Technobabble

Coding

Frobulator was written with the aid of Michael Tyson’s Amazing Audio Engine, which furnishes a lot of the infrastructure needed for working with the iOS audio environment, and for integrating with Audiobus — which was also developed by Tyson in collaboration with Sebastian Dittman. MIDI CCs are implemented using the the MidiBus library by Nic Grant of Audeonic, which takes care of most of the messy business of identifying and interacting with the various possible MIDI sources on iOS.

The app is coded in C, Objective-C and Swift. The part of the code that actually runs on the real-time audio thread is (as Michael sternly admonishes) vanilla C. Some of the simpler audio processing is actually performed in this code, but mostly it just stashes the audio in a buffer for processing elsewhere, and then reads back results that were processed in a previous cycle. The rest of the processing is done periodically on the main thread, in much larger chunks than the audio thread is dealing with. Doing it directly on the audio thread would hold things up for an unacceptably long time.

The periodic main thread audio duties are handled in Objective-C. The bulk of what that code does is call functions from the vDSP library, part of Apple’s Accelerate framework. These provide various useful vectorized — and hence faster — mathematical operations, as well as the all-important FFTs.

Swift is used for most of the UI code and the application lifecycle, and also for control and modulation of the audio code. This stuff doesn’t do any audio processing itself, but it asynchronously adjusts parameters that are used by the audio functions. So far this appears to be an effective division of labour, although there are a few annoying cases where Swift just can’t cope and a bit of kludgy Objective-C glue is required.

Functionality

In outline, Frobulator consists of two parallel “FrobFilter” instances in series with a bog-standard second-order IIR filter.

The latter is basically just a wrapper around the Accelerate function vDSP_deq22, with a tiny bit of buffering to carry end samples from one call to the next, and some other administrative scaffolding. Coefficient calculations for the different filter modes are based on the recipes in Robert Bristow-Johnson's Audio EQ Cookbook.

The FrobFilters operate on fixed size blocks, with a different block size for each instance. They transform each block to the frequency domain, and then perform some or all of the following steps:

1. shift the phase as a function of magnitude
2. shift a fraction of the power from low frequencies to higher ones
3. mix in some of the magnitude from the previous block
4. displace part of the feedback spectrum by some number of frequency bins

Back in the time domain, the processed block is overlapped and added to the previous one and a shorter delay block is also mixed in on output.

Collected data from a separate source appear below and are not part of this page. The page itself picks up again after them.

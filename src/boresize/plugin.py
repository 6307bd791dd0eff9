"""Everything a plugin author imports, from one module.

A plugin is a module with hook implementations marked by :data:`hookimpl`, installed with an entry point
in group ``boresize`` (DEVELOPERS.md, "Writing a plugin")::

    from boresize.plugin import Criterion, CriterionContext, OptionSpec, Verdict, hookimpl, verdict

    class MinimumBore(Criterion):
        id = "acme-minimum-bore"
        title = "ACME: no line below a minimum inside diameter"
        source = "company"
        options = (OptionSpec("min_id", "length", "40 mm", "mm", "smallest inside diameter"),)

        def evaluate(self, context: CriterionContext) -> Verdict: ...

    @hookimpl
    def boresize_register_criteria(register: CriterionRegistry) -> None:
        register.add(MinimumBore())

Tests of a plugin build a context and run a criterion on a line with :mod:`boresize.testing`.
"""

from __future__ import annotations

from boresize.criteria.base import Criterion, CriterionContext, OptionSpec, parse_options, verdict
from boresize.criteria.protocol import KNOWN_PHASES, CriterionProtocol
from boresize.errors import (
    BoresizeError,
    CatalogueError,
    CriteriaFileError,
    InputError,
    MissingModuleError,
    PluginError,
    PropertyError,
    UnitError,
)
from boresize.hookspecs import hookimpl
from boresize.model import Candidate, FluidState, Hydraulics, Line, Phase, Verdict, VerdictStatus
from boresize.pipes import NPS_LABELS, PipeClass, normalise_nps, nps_value, pipe_class_from_table
from boresize.properties.base import PropertyBackend, check_plausible, describe_conditions
from boresize.properties.second_opinion import NoSecondOpinion, backend_state, independent_backend
from boresize.registry import BackendRegistry, CriterionRegistry, PipeClassRegistry
from boresize.units import QuantityKind

__all__ = [
    # hooks and the registries they receive
    "hookimpl",
    "CriterionRegistry",
    "BackendRegistry",
    "PipeClassRegistry",
    # criteria
    "CriterionProtocol",
    "Criterion",
    "CriterionContext",
    "OptionSpec",
    "QuantityKind",
    "KNOWN_PHASES",
    "parse_options",
    "verdict",
    "Verdict",
    "VerdictStatus",
    # what a criterion reads, and what a property backend returns
    "Line",
    "FluidState",
    "Candidate",
    "Hydraulics",
    "Phase",
    # property backends
    "PropertyBackend",
    "check_plausible",
    "describe_conditions",
    "backend_state",
    "independent_backend",
    "NoSecondOpinion",
    # pipe classes
    "PipeClass",
    "pipe_class_from_table",
    "NPS_LABELS",
    "normalise_nps",
    "nps_value",
    # errors
    "BoresizeError",
    "InputError",
    "UnitError",
    "CriteriaFileError",
    "CatalogueError",
    "PropertyError",
    "PluginError",
    "MissingModuleError",
]
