@filled_through_dict
@dataclass(frozen=True)
class Hydraulics:
    """Single-phase hydraulics of one candidate at the sizing flow (all SI).

    :param mass_flow: [kg/s]; :param volume_flow: [m3/s]; :param velocity: [m/s]
    :param friction_factor: Darcy friction factor [-]
    :param drop_per_length: frictional pressure drop per metre [Pa/m]
    :param drop: frictional drop over the line length [Pa]
    :param momentum: rho*v^2 [Pa]
    :param fittings_drop: drop across the line's fittings [Pa]
    :param static_drop: rho*g*elevation [Pa] (negative for a line that falls)
    :param fixed_drop: equipment and control-valve allowances [Pa]
    :param total_drop: friction + fittings + static + fixed (+ acceleration, compressible) [Pa]
    :param outlet_pressure: inlet pressure minus total drop [Pa abs]
    :param method: how the drop was computed (e.g. "incompressible Darcy-Weisbach"), with its sources
    :param fittings_k: sum of the fittings' loss coefficients [-]; :param fittings_method: how K was found
    :param acceleration_drop: G^2 (1/rho_out - 1/rho_in) of a compressible line [Pa] (part of total_drop)
    :param outlet_velocity: [m/s] and :param outlet_mach: [-] at the line end (compressible method), or None
    :param choked: True when the flow cannot pass the whole line at this size (sonic limit reached, or no
        state from the property backend on the way; ``method`` says which)
    :param peak_velocity: the highest velocity along a marched gas line, where its density is lowest [m/s],
        with ``peak_density`` [kg/m3] and ``peak_position`` (distance from the inlet [m]) there; None for a
        line rated with one density (liquids, and gas lines within the simple method's limit), whose
        ``velocity`` holds all along. The velocity-type criteria judge this point.
    :param peak_mach: the highest Mach number along a marched gas line [-], at ``peak_mach_position`` [m]
    :param two_phase: the two-phase details of a two-phase line (flow regime, holdup, superficial velocities,
        each phase's properties), None for a single-phase line
    """

    mass_flow: float
    volume_flow: float
    velocity: float
    reynolds: float
    friction_factor: float
    regime: Literal["laminar", "transition", "turbulent"]
    drop_per_length: float
    drop: float
    momentum: float
    mach: float | None = None
    fittings_drop: float = 0.0
    static_drop: float = 0.0
    fixed_drop: float = 0.0
    total_drop: float = 0.0
    outlet_pressure: float | None = None
    method: str = "incompressible Darcy-Weisbach"
    fittings_k: float = 0.0
    fittings_method: str = ""
    acceleration_drop: float = 0.0
    outlet_velocity: float | None = None
    outlet_mach: float | None = None
    choked: bool = False
    choke_length: float | None = None  # distance from the inlet at which the flow chokes [m], None when it does not
    peak_velocity: float | None = None  # highest velocity along a marched line [m/s], None: ``velocity`` holds all along
    peak_density: float | None = None  # the density where the velocity peaks [kg/m3] (a marched line)
    peak_position: float | None = None  # that point's distance from the inlet [m] (a marched line)
    peak_mach: float | None = None  # highest Mach number along a marched line [-], None when not marched or no c
    peak_mach_position: float | None = None  # that point's distance from the inlet [m]
    two_phase: TwoPhaseFlow | None = None


@filled_through_dict
@dataclass(frozen=True)
class Verdict:
    """One criterion's judgement of one candidate.

    ``value`` and ``limit`` are in ``unit`` (a display unit such as "m/s" or "kPa/100 m");
    ``utilisation`` is value/limit oriented so that 1.0 is the limit and more is worse.
    """

    criterion: str
    status: VerdictStatus
    reasons: tuple[str, ...]
    source: str
    value: float | None = None
    limit: float | None = None
    unit: str = ""
    utilisation: float | None = None

    @property
    def reason(self) -> str:
        return " ".join(self.reasons)


@filled_through_dict
@dataclass(frozen=True)
class CandidateResult:
    """A candidate with its hydraulics and every verdict on it."""

    candidate: Candidate
    hydraulics: Hydraulics
    verdicts: tuple[Verdict, ...]

    @property
    def passed(self) -> bool:
        return all(v.status in PASSING_STATUSES for v in self.verdicts)

    @property
    def worst(self) -> Verdict | None:
        """The verdict with the highest utilisation (the one closest to, or furthest past, its limit)."""
        rated = [v for v in self.verdicts if v.utilisation is not None]
        return max(rated, key=lambda v: v.utilisation or 0.0, default=None)


@dataclass(frozen=True)
class LineResult:
    """The outcome for one line: selected size, its verdicts, or the error that stopped it.

    A line with several operating cases carries one result per case in ``cases`` (input order); its
    own fields are those of the governing case (the one closest to, or furthest past, a limit at the
    selected size), and ``governing`` names, per criterion id, the case that governs it.
    """

    tag: str
    status: Literal["pass", "fail", "error"]
    mode: Mode
    line: Line | None = None
    state: FluidState | None = None
    selected: CandidateResult | None = None
    candidates: tuple[CandidateResult, ...] = ()
    controlling: str | None = None
    error: str | None = None
    error_field: str | None = None
    notes: tuple[str, ...] = ()
    service: str | None = None
    criteria_set: str | None = None
    sizing_flow: float | None = None
    first_guess_diameter: float | None = None
    raw: dict[str, str] = field(default_factory=dict)
    cases: tuple[LineResult, ...] = ()
    governing: tuple[tuple[str, str], ...] = ()
    #: a failing check (given NPS): the smallest size of its pipe class that passes (None: none does, or not a
    #: failing check)
    smallest_passing_nps: str | None = None
    #: the design margin applied to the flow [-] (the line's own, else its service's); None when not rated
    design_margin: float | None = None


def bare_pressure_count(results: Sequence[LineResult]) -> int:
    """How many lines gave a pressure in a bare unit (``9 psi``, in any of their cases)."""
    return sum(1 for r in results if any(one.line is not None and one.line.bare_pressures for one in (r, *r.cases)))


def bare_pressure_text(results: Sequence[LineResult]) -> str:
    """The run summary's count of lines with a pressure in a bare unit ("" when none has one)."""
    return bare_pressure_note(bare_pressure_count(results))


def bare_pressure_note(bare: int) -> str:
    """The run summary's note for ``bare`` lines with a pressure in a bare unit ("" when none)."""
    return f"; {bare} with a pressure in a bare unit (neither g nor a: see the line's notes)" if bare else ""
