"""boresize: size and check process piping lines from stream conditions.

Results are screening calculations to be checked by a competent engineer against the applicable
codes and the company's standards; local codes govern.

The public API is small (see README "From Python"): build a line with :func:`make_line` (text,
pint Quantities, or numbers with their unit stated) or :func:`line_from_stream` (a simulation
stream's T, P, mass flow and mole fractions), then :func:`size`, :func:`check` or
:func:`size_many` (any ``concurrent.futures.Executor``); a whole line list (a file, stdin, a
DataFrame) goes through :func:`run_lines`, whose :class:`Run` writes itself to .json, .jsonl, .csv, .xlsx or
.html. Results are :class:`SizingResult` objects with pint quantities, plain floats and ``to_dict()``. DataFrames go in and out through
:func:`size_dataframe`, :func:`read_dataframe` and :func:`results_dataframe`. :class:`Sizer` is the
engine underneath. Every name loads on first use: importing boresize loads neither pint, CoolProp,
thermo nor pandas; type checkers see the real types through the imports under ``TYPE_CHECKING``.
``result.raise_for_error()`` returns a :class:`RatedResult`, typed without the Nones of an error result.
"""

from __future__ import annotations

from importlib import import_module
from importlib.metadata import PackageNotFoundError, version
from typing import TYPE_CHECKING, Any

from boresize.errors import (
    BoresizeError,
    CatalogueError,
    CriteriaFileError,
    InputError,
    PluginError,
    PropertyError,
    UnitError,
)
from boresize.model import Candidate, CandidateResult, Flow, FluidState, Hydraulics, Line, LineResult, Verdict

if TYPE_CHECKING:  # the real types of the names _LAZY loads on first use (a test keeps the two in step)
    from boresize.api import Run, check, make_line, run_lines, size, size_dataframe, size_many
    from boresize.api.result import RatedResult, SizingResult
    from boresize.io.dataframe import read_dataframe, results_dataframe
    from boresize.io.rows import line_from_row
    from boresize.io.streams import line_from_stream
    from boresize.plugins import PluginHost
    from boresize.sizing.engine import Sizer
    from boresize.sizing.services import load_config

try:
    __version__ = version("boresize")
except PackageNotFoundError:  # pragma: no cover - running from a source tree without install
    __version__ = "0.0.0+unknown"

__all__ = [
    "BoresizeError",
    "Candidate",
    "CandidateResult",
    "CatalogueError",
    "CriteriaFileError",
    "Flow",
    "FluidState",
    "Hydraulics",
    "InputError",
    "Line",
    "LineResult",
    "PluginError",
    "PluginHost",
    "PropertyError",
    "RatedResult",
    "Run",
    "Sizer",
    "SizingResult",
    "UnitError",
    "Verdict",
    "__version__",
    "check",
    "line_from_row",
    "line_from_stream",
    "load_config",
    "make_line",
    "read_dataframe",
    "results_dataframe",
    "run_lines",
    "size",
    "size_dataframe",
    "size_many",
]

_LAZY = {
    "Sizer": "boresize.sizing.engine",
    "PluginHost": "boresize.plugins",
    "line_from_row": "boresize.io.rows",
    "load_config": "boresize.sizing.services",
    "make_line": "boresize.api",
    "size": "boresize.api",
    "check": "boresize.api",
    "size_many": "boresize.api",
    "run_lines": "boresize.api",
    "Run": "boresize.api",
    "SizingResult": "boresize.api.result",
    "RatedResult": "boresize.api.result",
    "line_from_stream": "boresize.io.streams",
    "read_dataframe": "boresize.io.dataframe",
    "results_dataframe": "boresize.io.dataframe",
    "size_dataframe": "boresize.api",
}


def __getattr__(name: str) -> Any:
    if name in _LAZY:
        return getattr(import_module(_LAZY[name]), name)
    raise AttributeError(f"module 'boresize' has no attribute {name!r}")


def __dir__() -> list[str]:
    return sorted(set(globals()) | set(__all__))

The parameters controlling all these steps, as well as the filters and the panning of the various outputs, are not set directly by the user, but are instead driven by modulators. (The only parameter for which the knob value is used completely unmodified is mix.)

Modulation

In normal mode, everything is essentially modulated by sine wave LFOs. The basic sine waves are multiplied and added to get various compound signals, but they're all still pretty straightfowardly wavy. The wave frequencies and mixing proportions are controlled by the lower knobs: orbit, vexity and doubt.

Such sine wave modulations also contribute (with somewhat different values) in fail mode, but they are also supplemented by a pair of chaotic maps (based on the Standard map). The latter give rise to much choppier, quasi-chaotic behaviour. It’s not clear that this is actually any better than using a basic pseudo-random number generator, but it was a mildly interesting experiment. As with the LFOs, the map parameters are also affected by the various knob settings.